Court asked to throw out resolution criticizing church adoption stand

SAN FRANCISCO – A San Francisco Board of Supervisors resolution harshly critical of official Catholic teaching on adoption by same-sex couples crosses the constitutional line between church and state and should be thrown out as unlawful, an attorney for the Catholic League for Religious and Civil Rights told a federal appeals court panel.

The resolution, adopted March 21, 2006, by an 11-0 vote of the city and county governing body, not only condemns Catholic beliefs but urges church subordinates to defy Vatican authority, attorney Robert Muise said during a July 16 hearing in San Francisco.

“It’s remarkable,” he said. “I’ve never seen anything like this.”

Mr. Muise, who works for the Thomas More Law Center of Ann Arbor, Mich., a public-interest law firm that defends Christian religious beliefs, said later that he expected a ruling within a year.

Letting the resolution stand “would establish a double standard that has no place in our history,” Mr. Muise told a three-judge panel of the 9th U.S. Circuit Court of Appeals that is weighing the Catholic league’s appeal of a lower court ruling upholding the resolution.

One of the judges, Marsha S. Berzon, posed questions similar to those raised by Mr. Muise during the hearing and in court papers.

“This is clearly calling Catholic teaching ignorant,” she said. “It seems gratuitous for one thing, and it seems to have no stopping point.”

Berzon called the resolution “quite extraordinary.”

“It has two features: One is a direct attack on the doctrine and another is a direct attack on the hierarchy of the church,” she said.

Deputy City Attorney Vince Chhabria defended the measure, saying the court should view it in a San Francisco context.

“The purpose is not to condemn the Catholic religion but to condemn the discrimination against gays and lesbians,” he said, adding that the tone of the resolution should not be an issue in deciding its constitutionality under the Establishment Clause of the U.S. Constitution.
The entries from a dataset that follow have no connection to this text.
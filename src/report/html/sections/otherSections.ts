// The shorter sections: the question asked, the one-stage check, diagnostics, cautions,
// provenance (enough to reproduce every number) and the per-trial appendix.
import type { CompactAnalysisReport } from '../../../api/analysis/report.js';
import { termDisplayName } from '../../text/termNames.js';
import { decimalsFromSe, esc, finite, num, table, type Section } from '../markup.js';
import { trialSummaries, type ReportInput } from '../reportInput.js';

export function questionSection(a: CompactAnalysisReport): Section {
  const items = a.twoStage.pooled.map((p) => `<li><b>${esc(p.name)}</b>: ${esc(p.meaning)}${a.contrastUnits[p.name] ? ` (in ${esc(a.contrastUnits[p.name])})` : ''}.</li>`);
  const rr = a.rateResponse;
  if (rr) items.push(`<li><b>Rate</b>: which rate of ${esc(rr.factor)} pays best at a price ratio of ${rr.priceRatio} ${esc(rr.yieldUnit ?? '')} per ${esc(rr.rateUnit ?? '')}, and how sure we can be of it.</li>`);
  return {
    id: 'question',
    title: 'The question',
    html: `<p>Does the practice change ${esc(a.trait)} across the network's sites and years, does the effect hold at a new site, and is it worth paying for? The analysis answers these through:</p><ul>${items.join('')}</ul><p>A response counts as profitable when it exceeds the break-even effect of ${num('settings.threshold', a.settings.threshold, 2)} ${esc(a.unit ?? '')}.</p>`,
  };
}

export function oneStageSection(a: CompactAnalysisReport): Section | null {
  const o = a.oneStage;
  if (!o) return null;
  const rows = o.contrasts.map((c, j) => {
    const d = decimalsFromSe(c.se);
    const k = `oneStage.contrasts.${j}`;
    const ag = a.agreement.find((x) => x.name === c.name);
    return [esc(c.name), `${num(`${k}.estimate`, c.estimate, d)} (${num(`${k}.lower`, c.lower, d)} to ${num(`${k}.upper`, c.upper, d)})`, num(`${k}.df`, c.df, 1), ag ? (ag.agree ? 'agrees' : '<b>differs</b>') + ` (${finite(ag.differenceInSe) ? Math.abs(ag.differenceInSe).toFixed(2) : '-'} SE)` : '-'];
  });
  const vc = Object.entries(o.variance)
    .filter(([, v]) => typeof v === 'number')
    .map(([name, v]) => [esc(termDisplayName(name)), num(`oneStage.variance.${name}`, v as number, 4)]);
  return {
    id: 'one-stage',
    title: 'The one-stage model as a check',
    html: `<p>The one-stage REML model ${o.converged ? 'converged' : '<b>did not converge</b>'} in ${o.iterations} iterations (−2 log-likelihood ${num('oneStage.minusTwoLogLik', o.minusTwoLogLik, 2)}).</p>${table(['Contrast', 'Estimate (interval)', 'df', 'Against the two-stage result'], rows)}<h3>Variance components</h3>${table(['Term', 'Variance'], vc, 'narrow')}${'residualByTrial' in o.variance ? '<p>The residual variance was estimated trial by trial (Appendix A gives each trial\'s residual SD).</p>' : ''}`,
  };
}

export function diagnosticsSection(a: CompactAnalysisReport): Section {
  const t = trialSummaries(a).map((x) => x.entry);
  const cvs = t.map((x) => x.anova.cv).filter(finite);
  const flagged = t.filter((x) => x.flags.length > 0);
  const outliers = t.filter((x) => finite(x.diagnostics.maxAbsStudentized) && x.diagnostics.maxAbsStudentized > x.diagnostics.outlierThreshold);
  const unequal = t.filter((x) => finite(x.diagnostics.unequalVariancesP) && x.diagnostics.unequalVariancesP < 0.01);
  const worstCv = [...t].sort((x, y) => (y.anova.cv ?? 0) - (x.anova.cv ?? 0)).slice(0, 5);
  return {
    id: 'diagnostics',
    title: 'Diagnostics',
    html: `<ul><li>Coefficient of variation of the trials: ${cvs.length ? `${Math.min(...cvs).toFixed(1)}% to ${Math.max(...cvs).toFixed(1)}%` : 'n/a'}; highest in ${worstCv.map((x) => `${esc(x.trial)} (${finite(x.anova.cv) ? x.anova.cv.toFixed(1) : '-'}%)`).join(', ')}.</li><li>Trials with at least one flag: ${flagged.length} of ${t.length}.</li><li>Trials with a plot beyond the outlier threshold: ${outliers.length}${outliers.length ? ` (${outliers.slice(0, 8).map((x) => esc(x.trial)).join(', ')}${outliers.length > 8 ? ', …' : ''})` : ''}.</li><li>Trials whose residual spread differs between treatments (p &lt; 0.01): ${unequal.length}.</li></ul><p>Each trial's residual checks (studentised residuals, leverage, Cook's distance, normal scores, row and column trends) are on its page in the app, or in <code>manyfield analyze --detail plots</code>.</p>${a.warnings.length ? `<h3>Warnings of the analysis</h3><ul>${a.warnings.map((w) => `<li>${esc(w)}</li>`).join('')}</ul>` : ''}`,
  };
}

export function cautionsSection(a: CompactAnalysisReport): Section {
  const base = [
    'These results summarise the trials in this workspace only: sites, seasons, soils and practices outside them may respond differently.',
    'Any rate taken from this report must respect the product label limits and local nutrient-management rules, and be confirmed by local agronomic advice.',
    'A prediction interval describes where the effect at a new site is expected to fall; it is not a guarantee for any one field.',
    'Prices change: the optimum and the profitable range depend on the price ratio used (see the price sensitivity table).',
  ];
  const extra = [...a.cautions, ...(a.rateResponse?.cautions ?? [])].filter((c) => !base.includes(c));
  return { id: 'cautions', title: 'Cautions', html: `<ul class="cautions">${[...base, ...new Set(extra)].map((c) => `<li>${esc(c)}</li>`).join('')}</ul>` };
}

export function provenanceSection(input: ReportInput): Section {
  const a = input.analysis;
  const pv = a.provenance;
  const spec = JSON.stringify(input.spec, null, 2);
  const imports = input.imports.map((f) => [esc(f.file), `<code>${esc(f.sha256)}</code>`, String(f.rowsStored), esc(f.createdAt)]);
  const saved = input.savedAnalysis
    ? `<p>Saved analysis #${input.savedAnalysis.id} (${esc(input.savedAnalysis.createdAt)}) was re-run for this report: its data fingerprint <code>${esc(input.savedAnalysis.fingerprint)}</code> ${input.savedAnalysis.fingerprint === pv.dataFingerprint ? '<b>matches</b> the data analysed now' : '<b>does not match</b> the data analysed now: the data changed since it was saved'}.</p>`
    : '';
  return {
    id: 'provenance',
    title: 'Provenance',
    html: `<table class="narrow keyvals"><tbody><tr><td>Program</td><td>Manyfield <span data-provenance="appVersion">${esc(pv.appVersion)}</span></td></tr><tr><td>Analysed</td><td>${esc(pv.createdAt)}</td></tr><tr><td>Report written</td><td>${esc(input.generatedAt)}</td></tr><tr><td>Source</td><td>${esc(input.sourceLabel)}</td></tr><tr><td>Data fingerprint (SHA-256 of the data analysed)</td><td><code data-provenance="dataFingerprint">${esc(pv.dataFingerprint)}</code></td></tr></tbody></table>${saved}<h3>Imported files</h3>${imports.length ? table(['File', 'SHA-256', 'Rows stored', 'Imported'], imports, 'hashes') : '<p>The data were read from a file, not a workspace.</p>'}<h3>The analysis spec</h3><p>Running <code>manyfield analyze --workspace WORKSPACE --spec spec.json --json</code> with this spec on the same workspace reproduces the fingerprint above and every number in this report.</p><pre class="spec" data-provenance="spec">${esc(spec)}</pre>`,
    newPage: true,
  };
}

export function appendixSection(a: CompactAnalysisReport): Section {
  const names = a.twoStage.pooled.map((p) => p.name);
  const rows = trialSummaries(a).map(({ entry: t, index }) => {
    const cells = names.map((n) => {
      const j = t.contrasts.findIndex((c) => c.name === n);
      const c = t.contrasts[j];
      if (!c) return '-';
      if (!c.estimable) return '<span class="na">not estimable</span>';
      const d = decimalsFromSe(c.se);
      return `${num(`twoStage.trials.${index}.contrasts.${j}.estimate`, c.estimate, d)} (${num(`twoStage.trials.${index}.contrasts.${j}.se`, c.se, d)})`;
    });
    return [esc(t.trial), esc(t.site ?? ''), esc(t.year ?? ''), esc(t.design), String(t.n), num(`twoStage.trials.${index}.anova.cv`, t.anova.cv, 1), String(t.flags.length), ...cells];
  });
  return {
    id: 'appendix',
    title: 'Appendix A: every trial',
    html: `<p>Per trial: plots used, coefficient of variation (%), flags raised, and each contrast's estimate with its standard error in brackets.</p>${table(['Trial', 'Site', 'Year', 'Design', 'Plots', 'CV %', 'Flags', ...names.map(esc)], rows, 'appendix')}`,
    newPage: true,
  };
}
The resolution was directed at U.S. Cardinal William J. Levada in his capacity as head of the Vatican’s Congregation for the Doctrine of the Faith. It demanded he “withdraw his discriminatory and defamatory directive that Catholic Charities of the Archdiocese of San Francisco stop placing children in need of adoption with homosexual households.”

On March 9, 2006, then-Cardinal-designate Levada, former archbishop of San Francisco, affirmed a 2003 document from the doctrinal congregation that said it would be “gravely immoral” to let same-sex couples adopt children.

The resolution goes on to label the Vatican as a “foreign country” meddling in what it calls the city’s customs and traditions on same-sex couples’ right to adopt and care for children. It demanded that Archbishop George H. Niederauer of San Francisco and Catholic Charities of the archdiocese “defy all discriminatory directives of Cardinal Levada.”

It closes by stating that the doctrinal congregation was “formerly known as the Holy Office of the Inquisition.”

A second member of the three-judge panel also aimed questions at the resolution, noting that it appears to go beyond making a point about adoption by same-sex couples. The judge also said he was bothered by the closing reference to the Inquisition, calling it “quite prejudicial.”